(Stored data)
package eiv_test

import (
	"fmt"
	"math"
	"math/rand/v2"
	"testing"

	"eivfit/eiv"
)

// Invariance properties of issue 12 over seeded random datasets: scale
// (units changed by 10^k, k across the whole range validation accepts),
// translation (x + c, y + c′ with c up to 1e9) and row order. Each method
// is a table entry.

type invMethod struct {
	name string
	fit  func(x, y, sx, sy, r []float64) (*eiv.Fit, error)
	// translates: the method is translation-equivariant (weighted Deming's
	// weights depend on the level, so it is not).
	translates bool
	// pending, when set, names work on this method that another part of
	// issue 12 delivers; the scale sweep skips the method with this reason
	// until that work removes the field.
	pending string
	// pendingCentre, likewise, skips the translation check of prediction
	// SEs until the method sets Fit.Centre (At otherwise uses the
	// uncentred form, which cancels far from the origin).
	pendingCentre string
}

var invMethods = []invMethod{
	{name: "ols", translates: true, fit: func(x, y, _, _, _ []float64) (*eiv.Fit, error) { return eiv.OLS(x, y, nil) }},
	{name: "deming", translates: true, fit: func(x, y, _, _, _ []float64) (*eiv.Fit, error) {
		return eiv.Deming(x, y, &eiv.DemingOptions{Lambda: 1.7, Jackknife: true})
	}},
	{name: "weighted_deming", fit: func(x, y, _, _, _ []float64) (*eiv.Fit, error) {
		return eiv.WeightedDeming(x, y, &eiv.DemingOptions{Lambda: 1.3})
	}},
	{name: "york", translates: true,
		fit: func(x, y, sx, sy, r []float64) (*eiv.Fit, error) { return eiv.York(x, y, sx, sy, r, nil) }},
}

// gridData is randomData with y moved above 0 (for weighted Deming) and
// every value rounded to a multiple of 2^-20, so that adding an integer c
// up to 2^31 is exact: the translated data carry every digit of the
// original, and any difference in the results is the fit's own rounding.
func gridData(seed uint64, n int) dataset {
	d := randomData(seed, n, true)
	g := func(v float64) float64 { return math.Round(v*0x1p20) / 0x1p20 }
	for i := range d.x {
		d.x[i], d.y[i] = g(d.x[i]), g(d.y[i]+20)
		d.sx[i], d.sy[i] = g(d.sx[i]), g(d.sy[i])
	}
	return d
}

func relDiff(a, b float64) float64 {
	if a == b {
		return 0
	}
	return math.Abs(a-b) / math.Max(math.Abs(a), math.Abs(b))
}

func closeRel(t *testing.T, what string, got, want, tol float64) {
	t.Helper()
	if d := relDiff(got, want); !(d <= tol) {
		t.Errorf("%s = %.17g, want %.17g (relative difference %.2g > %g)", what, got, want, d, tol)
	}
}

// Scale: x, y and σ multiplied by 10^k for k from −150 to 147 (the data's
// largest value, ~170, then spans the accepted 1e-150 … 1e150) leave every
// slope unchanged and multiply the intercept by 10^k. Multiplying by 10^k
// rounds each value (relative ε), which moves the slope of these
// well-conditioned fits by ~1e-15; 1e-12 leaves room for the sums.
func TestScaleInvariance(t *testing.T) {
	for seed := uint64(1); seed <= 3; seed++ {
		d := gridData(seed, 15+10*int(seed))
		for _, m := range invMethods {
			t.Run(fmt.Sprintf("%s/seed=%d", m.name, seed), func(t *testing.T) {
				if m.pending != "" {
					t.Skip(m.pending)
				}
				base, err := m.fit(d.x, d.y, d.sx, d.sy, d.r)
				if err != nil {
					t.Fatal(err)
				}
				for k := -150; k <= 147; k += 3 {
					c := math.Pow(10, float64(k))
					f, err := m.fit(scale(d.x, c), scale(d.y, c), scale(d.sx, c), scale(d.sy, c), d.r)
					if err != nil {
						t.Errorf("10^%d: refused: %v", k, err)
						continue
					}
					closeRel(t, fmt.Sprintf("10^%d: slope", k), f.Slope.Value, base.Slope.Value, 1e-12)
					closeRel(t, fmt.Sprintf("10^%d: se(slope)", k), f.Slope.SE, base.Slope.SE, 1e-10)
					closeRel(t, fmt.Sprintf("10^%d: intercept/10^k", k), f.Intercept.Value/c, base.Intercept.Value, 1e-10)
					closeRel(t, fmt.Sprintf("10^%d: residual sd", k), f.ResidualSD/resScale(m.name, c), base.ResidualSD, 1e-10)
				}
			})
		}
	}
}

// resScale is the factor by which ResidualSD changes when the data are
// multiplied by c: weighted Deming's is relative (dimensionless).
func resScale(method string, c float64) float64 {
	if method == "weighted_deming" {
		return 1
	}
	return c
}

// Units of x alone changed by 10^±70 (the slope scales by 10^∓70, and
// Deming's λ by 10^∓140, which it must accept): OLS and Deming.
func TestScaleXOnly(t *testing.T) {
	d := gridData(4, 30)
	for _, k := range []float64{-70, -35, 35, 70} {
		c := math.Pow(10, k)
		ols0 := must(t)(eiv.OLS(d.x, d.y, nil))
		ols := must(t)(eiv.OLS(scale(d.x, c), d.y, nil))
		closeRel(t, fmt.Sprintf("ols slope·10^%g", k), ols.Slope.Value*c, ols0.Slope.Value, 1e-12)
		dem0 := must(t)(eiv.Deming(d.x, d.y, &eiv.DemingOptions{Lambda: 2}))
		dem := must(t)(eiv.Deming(scale(d.x, c), d.y, &eiv.DemingOptions{Lambda: 2 / (c * c)}))
		closeRel(t, fmt.Sprintf("deming slope·10^%g", k), dem.Slope.Value*c, dem0.Slope.Value, 1e-12)
		closeRel(t, fmt.Sprintf("deming se(slope)·10^%g", k), dem.Slope.SE*c, dem0.Slope.SE, 1e-10)
	}
}

// Translation: x + c and y + 2c for c up to 1e9, exact on gridData, leave
// slopes, their SEs (analytic and jackknife) and the SE of ŷ at translated
// points unchanged to 1e-9 relative (the bound).
func TestTranslationInvariance(t *testing.T) {
	for seed := uint64(1); seed <= 3; seed++ {
		d := gridData(10+seed, 12+8*int(seed))
		for _, m := range invMethods {
			if !m.translates {
				continue
			}
			t.Run(fmt.Sprintf("%s/seed=%d", m.name, seed), func(t *testing.T) {
				base, err := m.fit(d.x, d.y, d.sx, d.sy, d.r)
				if err != nil {
					t.Fatal(err)
				}
				for _, c := range []float64{1e3, 1e6, 1e9} {
					f, err := m.fit(shift(d.x, c), shift(d.y, 2*c), d.sx, d.sy, d.r)
					if err != nil {
						t.Fatal(err)
					}
					closeRel(t, fmt.Sprintf("+%g: slope", c), f.Slope.Value, base.Slope.Value, 1e-9)
					closeRel(t, fmt.Sprintf("+%g: se(slope)", c), f.Slope.SE, base.Slope.SE, 1e-9)
					if base.Jackknife != nil && f.Jackknife != nil {
						closeRel(t, fmt.Sprintf("+%g: jackknife se(slope)", c), f.Jackknife.Slope.SE, base.Jackknife.Slope.SE, 1e-9)
					}
					if m.pendingCentre != "" {
						t.Log("prediction SEs not checked: " + m.pendingCentre)
						continue
					}
					for _, x0 := range []float64{0, 55, 200} {
						p0, p := base.At(x0), f.At(x0+c)
						closeRel(t, fmt.Sprintf("+%g: se(ŷ(%g))", c, x0), p.Y.SE, p0.Y.SE, 1e-9)
						// ŷ near 2c is held to its own ulp (2.4e-7 at 2e9).
						if e := math.Abs(p.Y.Value - (p0.Y.Value + 2*c)); !(e <= 0x1p-50*2*c+1e-9*math.Abs(p0.Y.Value)) {
							t.Errorf("+%g: ŷ(%g) = %.17g, want %.17g + 2c (off by %.2g)", c, x0, p.Y.Value, p0.Y.Value, e)
						}
					}
				}
			})
		}
	}
}

// Row order: random permutations, and the point farthest from the mean
// moved first, change every result by rounding only. Sums of n ≤ 60 terms
// in another order differ by at most n·ε ≈ 1.3e-14 relative; the SEs of
// these fits are within 100× of that, so 1e-12 is a few ulps of the sums.
// (Before issue 12 the one-pass moments shifted by a far first row lost n×
// that.) The data have one far point to make the first-row shift matter.
func TestRowOrderInvariance(t *testing.T) {
	for seed := uint64(1); seed <= 4; seed++ {
		d := gridData(20+seed, 20+10*int(seed))
		far := len(d.x) - 1
		d.x[far], d.y[far] = d.x[far]+5000, d.y[far]+5000*1.1
		for _, m := range invMethods {
			t.Run(fmt.Sprintf("%s/seed=%d", m.name, seed), func(t *testing.T) {
				base, err := m.fit(d.x, d.y, d.sx, d.sy, d.r)
				if err != nil {
					t.Fatal(err)
				}
				rng := rand.New(rand.NewPCG(seed, 99))
				for trial := range 6 {
					p := rng.Perm(len(d.x))
					if trial == 0 { // the far point first
						for i, v := range p {
							if v == far {
								p[0], p[i] = p[i], p[0]
							}
						}
					}
					x, y, sx, sy, r := permute(d.x, p), permute(d.y, p), permute(d.sx, p), permute(d.sy, p), permute(d.r, p)
					f, err := m.fit(x, y, sx, sy, r)
					if err != nil {
						t.Fatal(err)
					}
					closeRel(t, "slope", f.Slope.Value, base.Slope.Value, 1e-12)
					closeRel(t, "intercept", f.Intercept.Value, base.Intercept.Value, 1e-12)
					closeRel(t, "se(slope)", f.Slope.SE, base.Slope.SE, 1e-12)
					closeRel(t, "se(intercept)", f.Intercept.SE, base.Intercept.SE, 1e-12)
					closeRel(t, "residual sd", f.ResidualSD, base.ResidualSD, 1e-12)
					closeRel(t, "se(ŷ(60))", f.At(60).Y.SE, base.At(60).Y.SE, 1e-12)
				}
			})
		}
	}
}

func permute(v []float64, p []int) []float64 {
	if v == nil {
		return nil
	}
	out := make([]float64, len(v))
	for i, j := range p {
		out[i] = v[j]
	}
	return out
}

// λ from stated uncertainties of any magnitude validation accepts: the
// ratio of mean squares is scale-free (σ·10^k for both gives the same λ,
// σx·10^k alone gives λ·10^-2k). Exact arithmetic: λ = Σσy²/Σσx².
func TestLambdaFromUncertaintiesScale(t *testing.T) {
	sx, sy := []float64{1, 2, 2}, []float64{3, 0, 4} // Σσx² = 9, Σσy² = 25
	for _, k := range []float64{-150, -100, 0, 100, 150} {
		c := math.Pow(10, k)
		l, err := eiv.LambdaFromUncertainties(scale(sx, c), scale(sy, c))
		if err != nil {
			t.Fatalf("10^%g: %v", k, err)
		}
		closeRel(t, fmt.Sprintf("λ at 10^%g", k), l, 25.0/9, 1e-14)
	}
	l, err := eiv.LambdaFromUncertainties(scale(sx, 1e120), sy)
	if err != nil {
		t.Fatal(err)
	}
	closeRel(t, "λ with σx·1e120", l, 25.0/9*1e-240, 1e-13)
}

Work instruction |
Above are the records; repeat exactly the lines from the one holding "d := gridData(20+seed, 20+10*int(seed))" down to the one holding "f.ResidualSD, base.ResidualSD, 1e-12)", end lines included.

Task solution |
		d := gridData(20+seed, 20+10*int(seed))
		far := len(d.x) - 1
		d.x[far], d.y[far] = d.x[far]+5000, d.y[far]+5000*1.1
		for _, m := range invMethods {
			t.Run(fmt.Sprintf("%s/seed=%d", m.name, seed), func(t *testing.T) {
				base, err := m.fit(d.x, d.y, d.sx, d.sy, d.r)
				if err != nil {
					t.Fatal(err)
				}
				rng := rand.New(rand.NewPCG(seed, 99))
				for trial := range 6 {
					p := rng.Perm(len(d.x))
					if trial == 0 { // the far point first
						for i, v := range p {
							if v == far {
								p[0], p[i] = p[i], p[0]
							}
						}
					}
					x, y, sx, sy, r := permute(d.x, p), permute(d.y, p), permute(d.sx, p), permute(d.sy, p), permute(d.r, p)
					f, err := m.fit(x, y, sx, sy, r)
					if err != nil {
						t.Fatal(err)
					}
					closeRel(t, "slope", f.Slope.Value, base.Slope.Value, 1e-12)
					closeRel(t, "intercept", f.Intercept.Value, base.Intercept.Value, 1e-12)
					closeRel(t, "se(slope)", f.Slope.SE, base.Slope.SE, 1e-12)
					closeRel(t, "se(intercept)", f.Intercept.SE, base.Intercept.SE, 1e-12)
					closeRel(t, "residual sd", f.ResidualSD, base.ResidualSD, 1e-12)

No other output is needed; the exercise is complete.